It’s broken again…

> On Apr 3, 2026, at 12:18 PM, Nicholas Chammas <[email protected]> 
> wrote:
> 
> Thanks for fixing this. I can confirm it’s working from my side.
> 
> Looks like we need some kind of alert on Algolia's crawl status 
> <https://www.algolia.com/doc/tools/crawler/troubleshooting/crawl-status>. If 
> there’s a way a non-committer can help with this, let me know.
> 
> 
>> On Apr 3, 2026, at 1:39 AM, Gengliang Wang <[email protected]> wrote:
>> 
>> Hi Nicholas,
>> 
>> The crawler configuration was not updated after the Spark 4.1.1 release, as 
>> documented in the release process 
>> <https://spark.apache.org/release-process.html>. I've fixed it.
>> 
>> A unit test isn't really feasible here since the doc search is powered by 
>> Algolia, but we could set up an Algolia monitoring alert to catch this 
>> proactively. I'll look into it when I have the bandwidth.
>> 
>> Gengliang
>> 
>> On Wed, Apr 1, 2026 at 3:09 PM Nicholas Chammas <[email protected] 
>> <mailto:[email protected]>> wrote:
>>> It’s broken again. This is the third breakage I am reporting in the past 
>>> couple of years.
>>> 
>>> Is there some sort of alert or CI test we could setup to catch or prevent 
>>> this going forward?
>>> 
>>> 
>>>> On Dec 21, 2025, at 1:35 PM, Gengliang Wang <[email protected] 
>>>> <mailto:[email protected]>> wrote:
>>>> 
>>>> Hi all,
>>>> 
>>>> 
>>>> The crawler issue has been identified and fixed.
>>>> 
>>>> The root cause was that  by the crawler fails when the latest result 
>>>> contains less than 90% of the previous result. Increasing the 
>>>> `maxLostRecordsPercentage` threshold resolves the issue.
>>>> 
>>>> https://www.algolia.com/doc/tools/crawler/apis/configuration/safety-checks
>>>> 
>>>> 
>>>> On Wed, Dec 17, 2025 at 10:03 PM Xiao Li <[email protected] 

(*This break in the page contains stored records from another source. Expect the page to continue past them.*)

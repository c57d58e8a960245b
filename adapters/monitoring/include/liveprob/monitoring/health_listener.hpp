// A small HTTP/1.1 listener for a process's operations endpoints (health, metrics): GET and
// HEAD only, one request at a time per connection, small requests, answers computed by the
// owner's handler on the owner's io_context thread (so the handler reads the owner's state
// without locks). A slow or silent peer is cut after a deadline; it never blocks the loop.
#pragma once

#include <boost/asio/io_context.hpp>
#include <boost/asio/ip/tcp.hpp>

#include <cstdint>
#include <functional>
#include <memory>
#include <string>
#include <string_view>

namespace liveprob::monitoring {

struct HttpAnswer {
    unsigned status = 200;
    std::string content_type = "text/plain; charset=utf-8";
    std::string body;
};

// The answer for a request path ("/metrics"; the query string is cut off).
using HttpHandler = std::function<HttpAnswer(std::string_view path)>;

class HealthListener {
public:
    // Listens on "host:port" (port 0: any free port); throws with the reason when it cannot.
    HealthListener(boost::asio::io_context& io, const std::string& address, HttpHandler handler);

    void start();
    void stop();
    // The port bound (useful with port 0).
    std::uint16_t port() const;

private:
    void accept_next();

    boost::asio::ip::tcp::acceptor acceptor_;
    std::shared_ptr<const HttpHandler> handler_;
};

// "127.0.0.1:9100" or "[::1]:0" -> the address and port; throws with the reason when not one.
boost::asio::ip::tcp::endpoint parse_listen_address(const std::string& text);

}  // namespace liveprob::monitoring
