/**
 * The 3D view: owns the WebGLRenderer, scene and camera, draws SceneData with a handful of merged
 * objects (never one mesh per member) and renders on demand. Knows nothing of Vue or Pinia.
 *
 * Axes: z up (as the project file). Drawing: cables as 1-px line segments coloured per vertex,
 * slack members dashed in their own colour, bars as instanced cylinders, nodes as screen-size
 * points, pinned supports (x, y, z restrained) as cones under the node, partly restrained supports
 * as flat rings. Selection is an overlay drawn on top. In colour mode 'checks' nodes that fail a
 * check are large red points drawn over everything (one Points object for all of them).
 */
import * as THREE from 'three';
import { OrbitControls } from 'three/examples/jsm/controls/OrbitControls.js';
import { buildLineBuffers, type LineBuffers, type SegmentBuffer } from './line-buffers.ts';
import { pickAt, type PickHit } from './pick.ts';
import type { SceneData } from './scene-data.ts';
import { CHECK_FAIL_COLOUR, SELECTED_COLOUR } from './colour-scale.ts';
import type { LoadArrows } from './load-arrows.ts';

const LOAD_COLOUR = 0xff9f43;
const WIND_COLOUR = 0x7fd4ff;

const BACKGROUND = 0x1b2330;
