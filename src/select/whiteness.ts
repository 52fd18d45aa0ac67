/**
 * Residual whiteness: the Ljung–Box portmanteau test and the χ² distribution it refers to.
 */

/**
 * ln Γ(x) for x > 0: the Stirling asymptotic series
 *   ln Γ(x) = (x − ½) ln x − x + ½ ln 2π + 1/(12x) − 1/(360x³) + 1/(1260x⁵) − 1/(1680x⁷)
 * (Abramowitz & Stegun 1964, "Handbook of Mathematical Functions", eq. 6.1.41), applied at
 * x + N ≥ 15 and brought back by the recurrence ln Γ(x) = ln Γ(x + N) − Σ_{i<N} ln(x + i)
 * (A&S 6.1.15). Truncation error below 1e−13 at x ≥ 15.
 */
export function logGamma(x: number): number {
  if (!(x > 0)) return NaN;
  let shift = 0;
  let v = x;
  while (v < 15) {
    shift += Math.log(v);
    v += 1;
  }
  const inv = 1 / v;
  const inv2 = inv * inv;
  const series = inv * (1 / 12 - inv2 * (1 / 360 - inv2 * (1 / 1260 - inv2 / 1680)));
  return (v - 0.5) * Math.log(v) - v + 0.5 * Math.log(2 * Math.PI) + series - shift;
}

/**
 * Regularised lower incomplete gamma P(a, x) = γ(a, x)/Γ(a), a > 0, x ≥ 0.
 *
 * For x < a + 1 the power series γ(a,x) = e^{−x} x^a Σ_{n≥0} x^n / (a(a+1)…(a+n)) (A&S 6.5.29);
 * otherwise Q = 1 − P from the continued fraction
 *   Γ(a,x) = e^{−x} x^a · 1/(x + 1 − a − 1·(1−a)/(x + 3 − a − 2·(2−a)/(x + 5 − a − …)))
 * (A&S 6.5.31, in even form), evaluated by the modified Lentz algorithm (Lentz 1976, Applied
 * Optics 15, 668; Thompson & Barnett 1986, J. Comput. Phys. 64, 490). Both converge to ~1e−15.
 */
export function regularizedGammaP(a: number, x: number): number {
  if (!(a > 0) || !(x >= 0)) return NaN;
  if (x === 0) return 0;
  if (x === Infinity) return 1;
  const logPrefix = a * Math.log(x) - x - logGamma(a);
  if (x < a + 1) {
    let term = 1 / a;
    let sum = term;
    for (let n = 1; n < 10_000; n++) {
      term *= x / (a + n);
      sum += term;
      if (Math.abs(term) < Math.abs(sum) * 1e-16) break;
    }
    return Math.min(1, sum * Math.exp(logPrefix));
  }
  const tiny = 1e-300;
  let b = x + 1 - a;
  let c = 1 / tiny;
  let d = 1 / b;
  let f = d;
  for (let i = 1; i < 10_000; i++) {
    const an = -i * (i - a);
    b += 2;
    d = an * d + b;
    if (Math.abs(d) < tiny) d = tiny;
    c = b + an / c;
    if (Math.abs(c) < tiny) c = tiny;
    d = 1 / d;
    const delta = d * c;
    f *= delta;
    if (Math.abs(delta - 1) < 1e-16) break;
  }
  return Math.max(0, 1 - Math.exp(logPrefix) * f);
}

/**
 * χ² cumulative distribution with ν degrees of freedom: F(x; ν) = P(ν/2, x/2)
 * (A&S 26.4.19). Table check: F(18.307; 10) = 0.95 (A&S Table 26.8).
 */
export function chiSquareCdf(x: number, dof: number): number {
  if (!(dof > 0)) return NaN;
  if (x <= 0) return 0;
  return regularizedGammaP(dof / 2, x / 2);
}

/**
 * Sample autocorrelations r_k = Σ_{t=k}^{n−1} (e_t − ē)(e_{t−k} − ē) / Σ_t (e_t − ē)², k = 1…m
 * (Box, Jenkins & Reinsel 2008, "Time Series Analysis", 4th ed., eq. 2.1.12). Returns m values.
 */
export function residualAutocorrelations(e: ArrayLike<number>, m: number): Float64Array {
  const n = e.length;
  let mean = 0;
  for (let t = 0; t < n; t++) mean += e[t];
  mean /= n;
  let c0 = 0;
  for (let t = 0; t < n; t++) c0 += (e[t] - mean) ** 2;
  const r = new Float64Array(m);
  for (let k = 1; k <= m; k++) {
    let ck = 0;
    for (let t = k; t < n; t++) ck += (e[t] - mean) * (e[t - k] - mean);
    r[k - 1] = c0 > 0 ? ck / c0 : 0;
  }
  return r;
}

export interface LjungBoxResult {
  /** Q = n(n+2) Σ_{k=1}^{m} r_k² / (n − k). */
  q: number;
  /** Lags m used. */
  lags: number;
  /** Degrees of freedom m − (fitted dynamic coefficients). */
  dof: number;
  /** P(χ²_dof > Q). */
  pValue: number;
  /** Residual autocorrelations r_1…r_m. */
  autocorrelations: Float64Array;
  /** True when p ≥ the level (no evidence against white residuals). */
  white: boolean;
  level: number;
}

/**
 * The default number of lags m: min(10, ⌊n/5⌋) for non-seasonal data and min(2s, ⌊n/5⌋) with a
 * season s (Hyndman & Athanasopoulos 2021, "Forecasting: Principles and Practice", 3rd ed.,
 * §5.4), at least 1.
 */
export function defaultLjungBoxLags(n: number, season: number | null): number {
  const base = season !== null && season > 1 ? 2 * season : 10;
  return Math.max(1, Math.min(base, Math.floor(n / 5)));
}

/**
 * Ljung–Box test of residual whiteness (Ljung & Box 1978, "On a measure of lack of fit in time
 * series models", Biometrika 65(2), 297–303, eq. 2.1):
 *   Q = n(n+2) Σ_{k=1}^{m} r_k² / (n − k),
 * referred to χ² with m − fitted dynamic coefficients degrees of freedom (at least 1). White
 * when p ≥ level (default 0.05).
 */
export function ljungBox(e: ArrayLike<number>, options: { lags: number; fittedDynamic?: number; level?: number }): LjungBoxResult {
  const n = e.length;
  const m = Math.min(options.lags, n - 1);
  const level = options.level ?? 0.05;
  const r = residualAutocorrelations(e, m);
  let s = 0;
  for (let k = 1; k <= m; k++) s += (r[k - 1] * r[k - 1]) / (n - k);
  const q = n * (n + 2) * s;
  const dof = Math.max(1, m - (options.fittedDynamic ?? 0));
  const pValue = 1 - chiSquareCdf(q, dof);
  return { q, lags: m, dof, pValue, autocorrelations: r, white: pValue >= level, level };
}
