/**
 * The structure search: a deterministic candidate grid from every requested family, each
 * candidate fitted and scored on one common sample, ranked by an information criterion.
 *
 * Procedure.
 * 1. Resolve the bounds (every "auto" becomes the list of alternatives) and ask each family, in
 *    registry order, for its candidates (registry.ts). Grid order is fixed by the families.
 * 2. Common sample: rows t ∈ [from, n) with from = the largest `history` among all candidates
 *    and the `maxHistory` of every family that explores (or a later `sampleStart`), so every
 *    candidate predicts the same observations. The grid's candidates are scored first; then
 *    each exploring family tries further structures through a scorer that fits and scores them
 *    on the same sample (the ARX family's guided search over each input's delay and lags with
 *    two or more inputs, models/arx-inputs.ts); each key is fitted once.
 * 3. Each candidate is estimated on that sample (`estimate`), its one-step predictions of
 *    z_t = g(y_t) are formed (`oneStep`, or taken from the estimate when the structure returns
 *    them with it, `Estimate.oneStep`), and RSS = Σ (z_t − ẑ_t)² enters the Gaussian
 *    criteria of criteria.ts with k = active coefficients + 1 (the noise variance) and, for log
 *    candidates, the log-Jacobian −Σ ln y_t over the sample, so all candidates are scored on the
 *    original scale.
 * 4. Candidates that cannot be fitted (too few rows, rank lost, explosive fitted dynamics,
 *    non-finite predictions, undefined criterion) stay in the ranking as failed, with the reason.
 * 5. Fitted candidates are sorted by the criterion, ties broken by key; Δ is the distance to
 *    the best and the Akaike weights are taken over the fitted set (criteria.ts). The winner's
 *    residuals get a Ljung–Box whiteness check (whiteness.ts).
 *
 * Defaults (small enough for interactive use: 336 ARX candidates on a positive monthly series
 * with one input; see bench/search.bench.ts): maxAr 3 (max(1, ⌊n/10⌋) below 30 points, `defaultMaxAr`), maxInputLags 2, maxDelay 2, harmonics 'auto' (K = 0…min(2, ⌊s/2⌋) when
 * the series has a season; for the structures of the change K = 0, 1 and ⌊s/2⌋ for seasons up to
 * 12 periods, `autoChangeHarmonics`),
 * transform 'auto' (ln tried only for strictly positive series), trend 'auto' (with and without;
 * on the log scale, where a level structure's trend is an exponential line that its forecast
 * returns to and compounds over the horizon, without: `logTrend`), seasonalLag 'off',
 * differencing 'none', criterion 'aicc', all registered families and all inputs of the series.
 */
import type { Series } from '../data/series.js';
import { CertaError, DataError, ModelError, UsageError } from '../data/errors.js';
import { formatTime } from '../data/calendar.js';
import type { Derived, Estimate, Structure, StructureSpec, Transform } from '../models/structure.js';
import {
  FAMILIES,
  dynamicMask,
  familyNames,
  getFamily,
  isStable,
  unstableReason,
  type CandidateBounds,
  type CandidateScorer,
  type Differencing,
  type FamilyDefinition,
} from '../models/registry.js';
import { forward, isStrictlyPositive, logJacobian } from '../models/transforms.js';
import { isHarmonicSeason, maxHarmonics } from '../models/terms.js';
import { akaikeWeights, criteria, type Criterion } from './criteria.js';
import { defaultLjungBoxLags, ljungBox, type LjungBoxResult } from './whiteness.js';
import type { SeasonEvidence } from './seasons.js';

export type Switch = 'on' | 'off' | 'auto';

export interface SearchOptions {
  /** Families to search, by name (default: every registered family, registry order). */
  families?: string[];
  /** Largest number of AR lags (default 3). */
  maxAr?: number;
  /** Largest number of lags per input (default 2; 0 searches without inputs). */
  maxInputLags?: number;
  /** Largest input delay (default 2). */
  maxDelay?: number;
  /**
   * Largest number of harmonic pairs, or 'auto' = min(2, ⌊s/2⌋), and for the structures of the
   * change 0, 1 and ⌊s/2⌋ pairs (`autoChangeHarmonics`) (default 'auto').
   */
  harmonics?: number | 'auto';
  /** Season length for seasonal terms (default `series.season`; null switches them off). */
  season?: number | null;
  /**
   * Daily series: also search the yearly cycle (365.25 days) by harmonics beside the weekly
   * season and keep the one the data support (select/seasons.ts; default true).
   */
  yearly?: boolean;
  /** Scoring-scale transform (default 'auto': none, plus log for strictly positive series). */
  transform?: 'auto' | 'none' | 'log';
  /** Linear trend term (default 'auto': with and without). */
  trend?: Switch;
  /**
   * Linear trend term of level structures on the log scale, an exponential line (default: 'off'
   * when `trend` is 'auto', else as `trend`).
   */
  logTrend?: Switch;
  /** Seasonal lag y[t−s] (default 'off'). */
  seasonalLag?: Switch;
  /** Differencing (default 'none'; 'auto' tries none, first and, with a season, seasonal). */
  differencing?: Differencing | 'auto';
  /** Inputs the search may use (default: all inputs of the series). */
  inputs?: string[];
  /** Ranking criterion (default 'aicc'). */
  criterion?: Criterion;
  /** First row of the common sample, when later than the largest history (to compare searches). */
  sampleStart?: number;
  /** Lags of the Ljung–Box check (default min(10 or 2s, ⌊n/5⌋)). */
  whitenessLags?: number;
  /** Family definitions to draw from (default: the registry's). */
  registry?: readonly FamilyDefinition[];
  /** Called after each candidate is scored, with the count done and the total (progress bars). */
  onProgress?: (done: number, total: number) => void;
}
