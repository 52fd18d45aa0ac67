/**
 * Information criteria AIC, AICc and BIC on Gaussian one-step errors, and Akaike weights.
 *
 * Convention (used by every candidate so scores compare): the n one-step errors are taken as
 * independent N(0, σ²) with σ² at its maximum-likelihood value RSS/n, so the maximised
 * log-likelihood is
 *   log L = −(n/2)·(ln(2π·RSS/n) + 1) + J,
 * where J = `logJacobian` = Σ_t ln|g'(y_t)| for a candidate scored on a transformed scale
 * z = g(y) (e.g. J = −Σ ln y_t for g = ln), which puts its likelihood on the original scale
 * (Box & Cox, "An analysis of transformations", JRSS B 26, 1964, §2, the Jacobian of the
 * transformation). k counts every estimated coefficient plus the noise variance. Then
 *   AIC  = −2 log L + 2k                      (Akaike, "A new look at the statistical model
 *                                               identification", IEEE TAC 19(6), 1974, eq. (3)
 *                                               — equation number from memory)
 *   AICc = AIC + 2k(k+1)/(n−k−1)              (Hurvich & Tsai, "Regression and time series model
 *                                               selection in small samples", Biometrika 76(2),
 *                                               1989); Infinity when n − k − 1 ≤ 0
 *   BIC  = −2 log L + k·ln n                  (Schwarz, "Estimating the dimension of a model",
 *                                               Annals of Statistics 6(2), 1978)
 * RSS = 0 gives log L = +Infinity and every criterion −Infinity (a perfect fit).
 * Cost O(1).
 *
 * @example
 *   criteria(2, 10, 3)
 *   // logLik = −5·(ln(0.4π) + 1) ≈ −6.142196, aic ≈ 18.284392, aicc ≈ 22.284392, bic ≈ 19.192147
 *   // (arithmetic written out in test/select/criteria.test.ts)
 */

/** Which information criterion ranks candidates. */
export type Criterion = 'aic' | 'aicc' | 'bic';

export const CRITERIA: readonly Criterion[] = ['aic', 'aicc', 'bic'];

export interface CriteriaOptions {
  /** Σ ln|g'(y_t)| over the scored observations, added to log L (0 for untransformed data). */
  logJacobian?: number;
}

export interface CriteriaValues {
  logLik: number;
  aic: number;
  aicc: number;
  bic: number;
}

/**
 * The criteria for a fit with residual sum of squares `rss` on `n` one-step errors and `k`
 * estimated parameters (coefficients + noise variance). Throws RangeError for n < 1, k < 0 or
 * rss < 0 (programming errors: callers validate user input before this point).
 */
export function criteria(rss: number, n: number, k: number, options: CriteriaOptions = {}): CriteriaValues {
  if (!(n >= 1) || !Number.isInteger(n)) throw new RangeError(`criteria: n must be a positive integer, got ${n}`);
  if (!(k >= 0) || !Number.isInteger(k)) throw new RangeError(`criteria: k must be a non-negative integer, got ${k}`);
  if (!(rss >= 0)) throw new RangeError(`criteria: rss must be ≥ 0, got ${rss}`);
  const jac = options.logJacobian ?? 0;
  const logLik = -(n / 2) * (Math.log((2 * Math.PI * rss) / n) + 1) + jac;
  const aic = -2 * logLik + 2 * k;
  const denom = n - k - 1;
  const aicc = denom > 0 ? aic + (2 * k * (k + 1)) / denom : Infinity;
  const bic = -2 * logLik + k * Math.log(n);
  return { logLik, aic, aicc, bic };
}

/**
 * Akaike weights w_i = exp(−Δ_i/2) / Σ_j exp(−Δ_j/2), Δ_i = value_i − min_j value_j (Burnham &
 * Anderson, "Model Selection and Multimodel Inference", 2nd ed. 2002, §2.9, eq. (2.14) —
 * equation number from memory). Works for any of the criteria. Non-finite values (Infinity, NaN)
 * get weight 0; if no value is finite every weight is 0. When the minimum is −Infinity, the
 * candidates attaining it share the weight equally. Cost O(m).
 *
 * @example
 *   akaikeWeights([0, 2, 4]) // [1, e⁻¹, e⁻²]/(1 + e⁻¹ + e⁻²) ≈ [0.66524, 0.24473, 0.09003]
 */
export function akaikeWeights(values: number[]): number[] {
  const m = values.length;
  const w = new Array<number>(m).fill(0);
  let best = Infinity;
  for (const v of values) if (v < best) best = v;
  if (best === Infinity || Number.isNaN(best)) return w;
  if (best === -Infinity) {
    const count = values.filter((v) => v === -Infinity).length;
    return values.map((v) => (v === -Infinity ? 1 / count : 0));
  }
  let total = 0;
  for (let i = 0; i < m; i++) {
    const v = values[i];
    if (Number.isFinite(v)) {
      w[i] = Math.exp(-(v - best) / 2);
      total += w[i];
    }
  }
  for (let i = 0; i < m; i++) w[i] /= total;
  return w;
}

/** How a criterion is written for people: AIC, AICc, BIC. */
export function criterionLabel(c: Criterion | string): string {
  return ({ aic: 'AIC', aicc: 'AICc', bic: 'BIC' } as Record<string, string>)[c] ?? c;
}
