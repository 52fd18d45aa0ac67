/**
 * Which season the data support. The structure search (search.ts) is run with the series' own
 * season; a daily series is searched a second time with the yearly cycle, and the better of the
 * two searches is kept, so daily data can be described by a yearly pattern as well as a weekly
 * one. The evidence reports, for each kind of seasonal description, its best candidate by the
 * search's criterion on one common sample:
 *   - none:   no seasonal terms (no harmonics, seasonal lag or seasonal differences);
 *   - the series' season (weekly for daily data, 12 months for monthly, …): candidates with
 *     harmonics, a seasonal lag or seasonal differences of that season;
 *   - yearly (daily data only): harmonics of the mean Gregorian year, s = 365.25 days, which
 *     the second search fits in place of the weekly terms (one season per candidate).
 * The data support the kind whose best candidate has the lowest criterion value. A series
 * without a season (yearly data) gets no evidence.
 *
 * The yearly search runs when the series is daily with one day per step, its season is the
 * weekly default (7), no season was asked for (`options.season` unset, `options.yearly` not
 * false) and it spans at least two years (⌈2 · 365.25⌉ = 731 observations), so that each
 * yearly phase is seen twice. It uses the first search's common sample (`sampleStart`) and the
 * Ljung–Box lags of the weekly season, so the two rankings are comparable. Cost: up to twice
 * one search on daily data.
 */
import { DAYS_PER_YEAR, seasonPeriod } from '../data/calendar.js';
import { seriesStep, type Series } from '../data/series.js';
import { search, type CandidateResult, type SearchOptions, type SearchResult } from './search.js';
import { criterionLabel } from './criteria.js';
import { defaultLjungBoxLags } from './whiteness.js';

/** Observations a daily series needs before its yearly cycle is searched: two years. */
export const YEARLY_MIN_POINTS = Math.ceil(2 * DAYS_PER_YEAR);

export type SeasonKind = 'none' | 'season' | 'yearly';

export interface SeasonBest {
  kind: SeasonKind;
  /** Season length in observations (null for none). */
  season: number | null;
  key: string;
  label: string;
  score: number;
  /** Distance to the best of the kinds. */
  delta: number;
}

export interface SeasonEvidence {
  /** The best candidate of each kind tried, best first. */
  kinds: SeasonBest[];
  /** The kind the data support (lowest criterion). */
  supported: SeasonKind;
  /** Why the yearly cycle was not searched (daily series only), or null. */
  yearlySkipped: string | null;
  /** E.g. "the data support the weekly season (7 days): its best candidate is 12.4 AICc below the best with no seasonal terms". */
  text: string;
}

/** The search with the series' season and, for daily data, with the yearly cycle (see the module comment). */
export function searchSeasons(series: Series, options: SearchOptions = {}): SearchResult {
  const first = search(series, options);
  const daily = series.frequency === 'daily' && seriesStep(series) === 1;
  const defaultSeason = options.season === undefined && series.season === seasonPeriod('daily') && options.yearly !== false;
  let yearlySkipped: string | null = null;
  let second: SearchResult | null = null;
  if (daily && defaultSeason) {
    if (series.values.length < YEARLY_MIN_POINTS) {
      yearlySkipped = `the yearly cycle needs at least two years (${YEARLY_MIN_POINTS} days); the series has ${series.values.length}`;
    } else {
      second = search(series, {
        ...options,
        season: DAYS_PER_YEAR,
        seasonalLag: 'off',
        differencing: options.differencing === 'seasonal' ? 'none' : options.differencing,
        sampleStart: Math.max(first.sample.from, options.sampleStart ?? 0),
        whitenessLags: options.whitenessLags ?? defaultLjungBoxLags(first.sample.n, series.season),
      });
      if (second.sample.from !== first.sample.from) {
        // The yearly candidates need a later start: score both searches from there.
        const again = search(series, { ...options, sampleStart: second.sample.from });
        return withEvidence(second.winner.result.score < again.winner.result.score ? second : again, again, second, null);
      }
    }
  } else if (daily && series.season === seasonPeriod('daily') && series.values.length >= YEARLY_MIN_POINTS) {
    yearlySkipped = 'a season was set';
  }
  const kept = second !== null && second.winner.result.score < first.winner.result.score ? second : first;
  return withEvidence(kept, first, second, yearlySkipped);
}

function isSeasonal(c: CandidateResult): boolean {
  const spec = c.spec as { harmonics?: number; seasonalLag?: boolean; differencing?: string };
  return (spec.harmonics ?? 0) > 0 || spec.seasonalLag === true || spec.differencing === 'seasonal';
}

function bestOf(ranking: readonly CandidateResult[], keep: (c: CandidateResult) => boolean): CandidateResult | null {
  for (const c of ranking) if (c.status === 'fitted' && keep(c)) return c;
  return null;
}

function withEvidence(kept: SearchResult, own: SearchResult, yearly: SearchResult | null, yearlySkipped: string | null): SearchResult {
  const season = own.bounds.season;
  if (season === null && yearly === null && yearlySkipped === null) return kept; // nothing seasonal was tried
  const found: { kind: SeasonKind; season: number | null; c: CandidateResult | null }[] = [
    { kind: 'none', season: null, c: bestOf(own.ranking, (c) => !isSeasonal(c)) },
  ];
  if (season !== null) found.push({ kind: 'season', season, c: bestOf(own.ranking, isSeasonal) });
  if (yearly !== null) found.push({ kind: 'yearly', season: DAYS_PER_YEAR, c: bestOf(yearly.ranking, isSeasonal) });
  const tried = found.filter((f): f is { kind: SeasonKind; season: number | null; c: CandidateResult } => f.c !== null);
  tried.sort((a, b) => a.c.score - b.c.score || a.kind.localeCompare(b.kind));
  const best = tried.length > 0 ? tried[0].c.score : NaN;
  const kinds: SeasonBest[] = tried.map((f) => ({ kind: f.kind, season: f.season, key: f.c.key, label: f.c.label, score: f.c.score, delta: f.c.score - best }));
  const supported = kinds.length > 0 ? kinds[0].kind : 'none';
  return { ...kept, seasons: { kinds, supported, yearlySkipped, text: evidenceText(kinds, own, yearlySkipped) } };
}

/** Words for a kind of seasonal description, e.g. "the weekly season (7 days)". */
export function seasonKindName(kind: SeasonKind, season: number | null, frequency: string): string {
  if (kind === 'none') return 'no seasonal terms';
  if (kind === 'yearly') return `the yearly cycle (${DAYS_PER_YEAR} days, by harmonics)`;
  return frequency === 'daily' && season === 7 ? 'the weekly season (7 days)' : `the season of ${season} observations`;
}

function evidenceText(kinds: SeasonBest[], own: SearchResult, yearlySkipped: string | null): string {
  const skipped = yearlySkipped ? `; yearly cycle not searched: ${yearlySkipped}` : '';
  if (kinds.length === 0) return `no candidate was fitted${skipped}`;
  const criterion = criterionLabel(own.criterion);
  const f = own.series.frequency;
  const head = kinds[0];
  const others = kinds.slice(1).map((k) => `${formatDelta(k.delta)} ${criterion} below the best with ${seasonKindName(k.kind, k.season, f)}`);
  return `the data support ${seasonKindName(head.kind, head.season, f)}${others.length > 0 ? `: its best candidate is ${others.join(', and ')}` : ''}${skipped}`;
}

function formatDelta(d: number): string {
  return String(Number(d.toPrecision(4)));
}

>>>> <mailto:[email protected]>> wrote:
>>>>> Thanks for reporting it! Will take a look
>>>>> 
>>>>> Nicholas Chammas <[email protected] 
>>>>> <mailto:[email protected]>> 于2025年12月5日周五 04:19写道:
>>>>>> Bueller?
>>>>>> 
>>>>>> Is anyone on this list able to fix the crawler?
>>>>>> 
>>>>>> 
>>>>>>> On Dec 1, 2025, at 12:19 PM, Nicholas Chammas 
>>>>>>> <[email protected] <mailto:[email protected]>> wrote:
>>>>>>> 
>>>>>>> Hello,
>>>>>>> 
>>>>>>> This seems to be happening again.
>>>>>>> 
>>>>>>> Perhaps we should add a new test (but where, I wonder?) to ensure that 
>>>>>>> Algolia search doesn’t break without us knowing.
>>>>>>> 
>>>>>>> Nick
>>>>>>> 
>>>>>>> 
>>>>>>>> On Dec 11, 2023, at 5:02 AM, Gengliang Wang <[email protected] 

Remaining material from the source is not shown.